■ Dataset records:
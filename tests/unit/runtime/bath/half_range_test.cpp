/// \file Half-range transforms, whole and cut off at t.

#include "runtime/bath/half_range.h"

#include <boost/math/quadrature/gauss_kronrod.hpp>
#include <catch2/catch.hpp>
#include <cmath>

#include "runtime/bath/correlation.h"

using namespace tarn::runtime;
using Eigen::ArrayXcd;
using Eigen::ArrayXd;
using Complex = std::complex<double>;

namespace {

ThermalBath memory_bath(SpectralDensity density, double theta) {
  auto bath = ThermalBath::make(std::move(density), theta);
  REQUIRE(bath.has_value());
  return *bath;
}

const Tabulated kRows{{0.0, 3.0, 5.0, 9.0, 20.0}, {0.0, 0.3, 1.0, 0.2, 0.0}};

/// int_0^t s^power exp(iws) C(s) ds by Boost.Math 1.74, octave by octave from a time too short to matter.
Complex by_quadrature(const ThermalBath& bath, double t, double w, int power) {
  const CorrelationFunction c(bath);
  const auto part = [&](bool real, double a, double b) {
    return boost::math::quadrature::gauss_kronrod<double, 31>::integrate([&](double s) {
      const Complex value = std::pow(s, power) * std::polar(1.0, w * s) * c.at(s);
      return real ? value.real() : value.imag();
    }, a, b, 4, 1e-12);
  };
  Complex sum = 0.0;
  for (double b = t; b > 1e-13 * t; b *= 0.5) sum += Complex(part(true, 0.5 * b, b), part(false, 0.5 * b, b));
  return sum;
}

}  // namespace

TEST_CASE("the whole transform is gamma/2 + i S") {
  const ThermalBath bath = memory_bath({PowerLaw{0.01, 50.0, 1.0}, LorentzianPeak{0.1, 6.0, 0.5}}, 1.5);
  const HalfRange half(bath, 40.0);
  const ArrayXd w = ArrayXd::LinSpaced(201, -39.0, 41.0);
  const ArrayXcd gamma = half(w);
  CHECK(((gamma.real() - 0.5 * bath.rate(w)).abs() < 1e-14).all());
  CHECK(((gamma.imag() - ShiftFunction(bath)(w)).abs() < 1e-9 * bath.reorganisation() + half.error()).all());
}

// Boost.Math quadrature of the definition.
TEST_CASE("the growing transform and its moment are the integrals of their definitions") {
  const std::vector<std::pair<SpectralDensity, double>> cases = {
      {{PowerLaw{0.01, 50.0, 1.0}}, 1.5}, {{PowerLaw{0.01, 50.0, 1.0}}, 0.0}, {{Drude{0.01, 8.0}}, 1.5},
      {{Drude{0.01, 8.0}}, 0.0}, {{LorentzianPeak{0.3, 20.0, 0.5}, Drude{0.01, 8.0}}, 1.5}, {{kRows}, 1.5}};
  for (const auto& [density, theta] : cases) {
    const ThermalBath bath = memory_bath(density, theta);
    const GrowingHalfRange half(bath, 3.0);
    CHECK(half.error() < 1e-10 * bath.reorganisation());
    ArrayXd w(4);
    w << -30.0, 0.0, 2.3, 70.0;
    for (const double t : {0.003, 0.4}) {
      const ArrayXcd gamma = half(t, w);
      const ArrayXcd moment = half.first_moment(t, w);
      for (Eigen::Index i = 0; i < w.size(); ++i) {
        CAPTURE(density.size(), density[0].index(), theta, t, w[i]);
        CHECK(std::abs(gamma[i] - by_quadrature(bath, t, w[i], 0)) < 2e-10 * bath.reorganisation());
        CHECK(std::abs(moment[i] - by_quadrature(bath, t, w[i], 1) / t) < 2e-10 * bath.reorganisation());
      }
    }
    CHECK(half(0.0, w).abs().maxCoeff() == 0.0);
  }
}

// Closed form: int_0^t exp(iws) c exp(-nu s), by residues of a Drude bath (J. Chem. Phys. 130, 234111 (2009)), memory 1/nu.
TEST_CASE("a Drude bath forgets exponentially: the growing transform reaches the whole one") {
  const ThermalBath bath = memory_bath({Drude{0.01, 8.0}}, 1.5);
  const GrowingHalfRange growing(bath, 10.0);
  const HalfRange whole(bath, 40.0, 1e-12);
  const ArrayXd w = ArrayXd::LinSpaced(41, -40.0, 40.0);
  CHECK((growing(10.0, w) - whole(w)).abs().maxCoeff() < 1e-10 * bath.reorganisation());
}

// |C| -> 2 eta theta/(cutoff t^2): the cusp of J coth at w = 0. Quantum Dissipative Systems (World Scientific).
TEST_CASE("an exponential cut-off: gamma(0)/2 is reached as 2 eta theta/(cutoff t) only") {
  const double eta = 0.01, cutoff = 50.0, theta = 1.5;
  const ThermalBath bath = memory_bath({PowerLaw{eta, cutoff, 1.0}}, theta);
  const GrowingHalfRange half(bath, 400.0);
  const ArrayXd zero = ArrayXd::Zero(1);
  for (const double t : {20.0, 100.0, 400.0}) {
    const double missing = half(t, zero)[0].real() - 0.5 * bath.rate(zero)[0];
    CAPTURE(t);
    CHECK(missing == Approx(-2 * eta * theta / (cutoff * t)).epsilon(3.0 / (theta * t)));
  }
}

■ What is expected: What lines above hold the word "runtime"? Pull each one out.

■ Answer space:
filename tests/unit/runtime/bath/half_range_test.cpp
#include "runtime/bath/half_range.h"
#include "runtime/bath/correlation.h"
using namespace tarn::runtime;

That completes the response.